The Parliamentary Labour Party has had its own problems. Chancellor George baited a trap in the form of a vote on the balanced budget and reduction of deficit policy and waited for it to spring shut. Labour`s first position was, responsibly, to support the Government in this aim. The Brothers and Sisters of the PLP, however took the Shadow Chancellor, John McDonnell, down a different path and, in the Chamber of the House Big Mac from Hayes and Harlington found himself saying that this was “embarrassing……embarrassing…..embarrassing…..embarrassing….embarrassing…embarrassing…..”! Which was more embarrassing, the repetition or the apology for handbrake turn is a moot point but eventually the House got the message. It was embarrassing.

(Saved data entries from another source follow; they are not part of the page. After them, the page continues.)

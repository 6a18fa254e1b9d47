/** The constants plate for print: a square with a constant at each corner, solid where measured, outlined where derived. */
import type { ElasticResult } from '@strainwright/common/contract/result';
import type { ConstantName } from '@strainwright/common/contract/vocabulary';
import { statedConstant, SYMBOLS } from '../wording';
import { HAIRLINE, INK, QUIET } from './style';

export const PLATE_WIDTH = 236;
const HEIGHT = 118;
const LEFT = 88;
const RIGHT = PLATE_WIDTH - LEFT;
const TOP = 27;
const BOTTOM = HEIGHT - 27;

/** Clockwise from the upper left. */
const CORNERS: readonly { constant: ConstantName; x: number; y: number }[] = [
  { constant: 'E', x: LEFT, y: TOP },
  { constant: 'nu', x: RIGHT, y: TOP },
  { constant: 'K', x: RIGHT, y: BOTTOM },
  { constant: 'G', x: LEFT, y: BOTTOM },
];

const escaped = (text: string) => text.replace(/&/g, '&amp;').replace(/</g, '&lt;').replace(/>/g, '&gt;');

function label(x: number, y: number, text: string, attributes: string): string {
  const left = x === LEFT;
  return `<text x="${left ? x - 10 : x + 10}" y="${y}" text-anchor="${left ? 'end' : 'start'}" ${attributes}>${escaped(text)}</text>`;
}

function corner(result: ElasticResult, { constant, x, y }: (typeof CORNERS)[number]): string {
  const stated = statedConstant(result, constant);
  const symbol = label(x, y - 2, SYMBOLS[constant], `font-family="Roboto" font-weight="bold" font-size="10" fill="${INK}"`);
  const value = label(x, y + 9, stated === null ? 'not determined' : stated.validated ? stated.text : stated.interval, `font-family="RobotoMono" font-size="7" fill="${stated ? INK : QUIET}"`);
  if (stated === null) return symbol + value;
  const origin = label(x, y + 18, stated.origin, `font-family="Roboto" font-size="6.5" fill="${QUIET}"`);
  const fill = stated.origin === 'measured' ? INK : '#FFFFFF';
  return `<rect x="${x - 4.5}" y="${y - 4.5}" width="9" height="9" fill="${fill}" stroke="${INK}" stroke-width="1"/>${symbol}${value}${origin}`;
}

/** SVG of the plate; all six edges are drawn as hairlines. */
export function plateSvg(result: ElasticResult): string {
  const edges = CORNERS.flatMap((a, i) => CORNERS.slice(i + 1).map((b) => `<line x1="${a.x}" y1="${a.y}" x2="${b.x}" y2="${b.y}" stroke="${HAIRLINE}" stroke-width="0.7"/>`));
  return `<svg xmlns="http://www.w3.org/2000/svg" width="${PLATE_WIDTH}" height="${HEIGHT}" viewBox="0 0 ${PLATE_WIDTH} ${HEIGHT}">${edges.join('')}${CORNERS.map((c) => corner(result, c)).join('')}</svg>`;
}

The disgraceful saga of “The Westminster Paedophile Ring” rumbles revoltingly on. Even with Lord (Leon) Brittan hounded humiliatingly to his grave in the wake of what Metropolitan Police DCI Paul Settle described to the home Affairs Select Committee as “a baseless witch hunt” it took far too many weeks for Scotland Yard to apologise to Lord Brittan`s widow for their failures and still longer for the now deputy Leader of the Opposition and self-appointed Sleazefinder , the MP Mr. Thomas Watson, to acknowledge the miserable flaws in his self-aggrandizing campaign.

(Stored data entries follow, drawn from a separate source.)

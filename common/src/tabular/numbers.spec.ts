import { cellNumber, couldBeThousands, hasThousandsSeparators } from './numbers';

describe('a cell', () => {
  it.each<[string, '.' | ',', number]>([
    ['1.5', '.', 1.5], [' -0.25 ', '.', -0.25], ['+3', '.', 3], ['.5', '.', 0.5], ['5.', '.', 5], ['1e-3', '.', 1e-3], ['-1.5E+03', '.', -1500],
    ['1,5', ',', 1.5], ['-,5', ',', -0.5], ['2,5E-3', ',', 2.5e-3], ['7', ',', 7], ['\u22121.5', '.', -1.5], ['1,5e\u22123', ',', 1.5e-3], ['\u00a02.5\u00a0', '.', 2.5],
  ])('%j with decimal %j is %d', (cell, decimal, value) => {
    expect(cellNumber(cell, decimal)).toBe(value);
  });

  it.each<[string, '.' | ',']>([['1,5', '.'], ['1.5', ','], ['1.2.3', '.'], ['', '.'], ['-', '.'], ['1 5', '.'], ['1O', '.'], ['0x10', '.'], ['Infinity', '.'], ['NaN', '.'], ['12 kN', '.'], ['1e', '.'], ['e5', '.'], ['10:00:00', '.']])('%j with decimal %j is no number', (cell, decimal) => {
    expect(cellNumber(cell, decimal)).toBeNaN();
  });
});

describe('thousands', () => {
  it.each(['1,234.5', '1.234,5', '-12,345,678', '1.234.567', "1'234", '1 234,5', '1\u00a0234', '1\u2019234.5'])('%s has separators', (cell) => {
    expect(hasThousandsSeparators(cell)).toBe(true);
  });

  it.each(['1,234', '1.234', '1234.5', '0.123', '01.06.2026', '10:00', '1.5e3', '12,34,56', '2026-06-01'])('%s is not known to have any', (cell) => {
    expect(hasThousandsSeparators(cell)).toBe(false);
  });

  it.each([['1,234', true], ['12.345', true], ['0,123', false], ['1,23', false], ['1234,567', false]])('%s could be thousands: %s', (cell, could) => {
    expect(couldBeThousands(cell)).toBe(could);
  });
});
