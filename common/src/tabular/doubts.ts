/** What is doubtful in a proposal. Each doubt lowers the confidence to its own at most; under 0.6 the program asks. */
export class Doubts {
  readonly remarks: string[] = [];
  confidence = 1;

  say(confidence: number, remark: string): void {
    this.confidence = Math.min(this.confidence, confidence);
    this.remarks.push(remark);
  }
}
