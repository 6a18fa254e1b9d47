/** A small table that is all there: no paging, scrolls sideways on a phone. */
import { Table, TableBody, TableCell, TableContainer, TableHead, TableRow } from '@mui/material';
import type { ReactNode } from 'react';

export interface Column<R> { title: string; cell: (row: R) => ReactNode; numeric?: boolean }

export function PlainTable<R>({ label, columns, rows, keyOf }: { label: string; columns: readonly Column<R>[]; rows: readonly R[]; keyOf: (row: R) => string }) {
  return (
    <TableContainer tabIndex={0} role="region" aria-label={label}>
      <Table size="small" aria-label={label}>
        <TableHead><TableRow>{columns.map((c) => <TableCell key={c.title} align={c.numeric ? 'right' : 'left'}>{c.title}</TableCell>)}</TableRow></TableHead>
        <TableBody>
          {rows.map((row) => <TableRow key={keyOf(row)}>{columns.map((c) => <TableCell key={c.title} align={c.numeric ? 'right' : 'left'}>{c.cell(row)}</TableCell>)}</TableRow>)}
        </TableBody>
      </Table>
    </TableContainer>
  );
}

Let us be clear: child-abuse is one of the most terrible of crimes. It scars its victims horribly for life and it needs to be stamped out whenever and as soon as it raises its head. It has been revealed that there have been those in high places in the worlds of entertainment, the church, business and, probably, politics who have been involved in revolting acts and it is right that, however long after those events have taken place, the perpetrators should be brought to justice both for the sake of their victims and as a deterrent to others.
What is not right is that the Metropolitan police should have allowed itself to have been effectively directed by one politician on a “mission” of what has been tantamount to persecution of the living and, of course, of a dead who cannot sue or defend their reputations. What on earth The Met was playing at in caving in to the pressure from a Member of Parliament who, we now know, sought to influence the conduct of not one but four inquiries is beyond me, as is the idea that the present Metropolitan Police Commissioner, Sir Bernard Hogan-Howe-do-I-get-another- three-years-in- my-job, should have his contract extended in the wake of a dismal failure for which he should be carrying the can.

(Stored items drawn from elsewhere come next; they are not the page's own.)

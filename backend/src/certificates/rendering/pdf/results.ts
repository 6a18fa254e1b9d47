/** One block a result: the four constants with everything that their uncertainty rests on. */
import type { CertificateSnapshot } from '@strainwright/common/contract/certificates';
import type { BudgetLine, ElasticResult } from '@strainwright/common/contract/result';
import { CONSTANTS, type ConstantName } from '@strainwright/common/contract/vocabulary';
import type { Content } from 'pdfmake/interfaces';
import { CONSTANT_NAMES, dayOf, ENGINEERING, stated, statedConstants, SYMBOLS, type CertificateResult } from '../wording';
import { PLATE_WIDTH, plateSvg } from './plate';
import { heading, QUIET, ruledTable } from './style';

export function results(snapshot: CertificateSnapshot): Content[] {
  return [heading('Results in full'), ...snapshot.results.flatMap((r) => [block(r, snapshot.laboratory.timeZone), ...acknowledged(r)])];
}

/** Kept on one page; the findings, of any length, follow it. */
function block(r: CertificateResult, timeZone: string): Content {
  return {
    unbreakable: true,
    stack: [
      { text: [{ text: r.specimenMark, font: 'RobotoMono' }, `   ${r.basis}`, { text: `   ${r.method.code} version ${r.method.versionNumber}; analysed by ${r.analysedBy}, reviewed by ${r.reviewedBy} on ${dayOf(r.reviewedAt, timeZone)}`, bold: false, fontSize: 7.5, color: QUIET }], style: 'resultHeading' },
      constantsTable(r.result),
      { margin: [0, 6, 0, 0], columnGap: 14, columns: [{ width: PLATE_WIDTH, svg: plateSvg(r.result) }, { width: '*', stack: [correlation(r.result), contributions(r.result)] }] },
    ],
  };
}

function constantsTable(result: ElasticResult): Content {
  return ruledTable(
    [
      { head: 'Constant', width: 82 }, { head: 'Stated, with U', width: '*', number: true, right: true }, { head: 'u', width: 52, number: true, right: true },
      { head: 'k', width: 24, number: true, right: true }, { head: 'ν eff', width: 28, number: true, right: true }, { head: '95 % Monte Carlo interval', width: 112, number: true, right: true }, { head: 'Origin', width: 44 },
    ],
    statedConstants(result).map((s) => [
      `${CONSTANT_NAMES[s.constant]} ${SYMBOLS[s.constant]}`, s.validated ? s.text : { text: `${s.text} ‡`, style: 'number', fontSize: 6.8, alignment: 'right' }, standardUncertainty(result, s.constant), s.coverageFactor, s.degreesOfFreedom, s.interval, s.origin,
    ]),
  );
}

/** Two significant digits (JCGM 100, 7.2.6). */
function standardUncertainty(result: ElasticResult, constant: ConstantName): string {
  const u = result.constants[constant]?.standardUncertainty ?? 0;
  const { unit, size } = ENGINEERING[constant];
  const text = stated(0, u / size, unit);
  return text.slice(text.indexOf('±') + 1).trim();
}

function correlation(result: ElasticResult): Content {
  const known = CONSTANTS.filter((c) => result.constants[c] !== null);
  return {
    stack: [
      { text: 'Correlation coefficients', style: 'label', margin: [0, 0, 0, 2] },
      ruledTable(
        [{ head: '', width: 16 }, ...known.map((c) => ({ head: SYMBOLS[c], width: 42, number: true, right: true }))],
        known.map((row) => [SYMBOLS[row], ...known.map((column) => coefficient(result, row, column))]),
      ),
    ],
  };
}

function coefficient(result: ElasticResult, row: ConstantName, column: ConstantName): string {
  const r = result.correlation[CONSTANTS.indexOf(row)]?.[CONSTANTS.indexOf(column)] ?? null;
  return r === null ? '–' : r.toFixed(3).replace('-', '−');
}

/** The three largest shares of the variance of E and of ν; the whole budget is on the spreadsheet. */
function contributions(result: ElasticResult): Content {
  const shown = (['E', 'nu'] as const).filter((c) => result.constants[c] !== null);
  return {
    margin: [0, 6, 0, 0],
    stack: shown.map((c) => ({ style: 'note', text: `Largest shares of the variance of ${SYMBOLS[c]}: ${largest(result.budget, c)}.` })),
  };
}

function largest(budget: readonly BudgetLine[], constant: ConstantName): string {
  return budget
    .map((line) => ({ label: line.label, share: line.contribution[constant] ?? 0 }))
    .filter(({ share }) => share >= 0.5)
    .sort((a, b) => b.share - a.share)
    .slice(0, 3)
    .map(({ label, share }) => `${label} ${share.toFixed(0)} %`)
    .join(', ');
}

function acknowledged(r: CertificateResult): Content[] {
  const { findings } = r.result;
  if (findings.length === 0) return [];
  return [{
    margin: [0, 6, 0, 0],
    stack: [
      { text: 'Findings', style: 'label', margin: [0, 0, 0, 2] },
      ruledTable(
        [{ head: 'Severity', width: 38 }, { head: 'Seen', width: '*' }, { head: 'Accepted because', width: 190 }],
        findings.map((f) => [f.severity, { text: [f.seen, { text: `  ${f.why}`, color: QUIET }], style: 'small' }, { text: reasonFor(r, f.code, f.subject), style: 'small' }]),
      ),
    ],
  }];
}

function reasonFor(r: CertificateResult, code: string, subject: string): string {
  return r.acknowledgements.find((a) => a.code === code && a.subject === subject)?.reason ?? '–';
}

The Police clearly knew weeks before his death that Lord Brittan had no case to answer: Watson`s claims had been debunked within days and they had been informed of that officially four times. He was, nevertheless, allowed to go to his funeral by a craven senior police management without knowing that his name had been cleared. It was only when hauled to give evidence before the Select Committee that Mr. Watson finally said that he was `sincerely sorry` for the distress that he had caused. I doubt that Mr. “McCarthy” Watson is capable of being sincere about anything except his own self-preservation and I hope and expect that the Leader of the House will instigate another inquiry – this time into the conduct of a man who, in my personal view, is not fit to be a Member of Parliament, much less Deputy Leader of the Opposition.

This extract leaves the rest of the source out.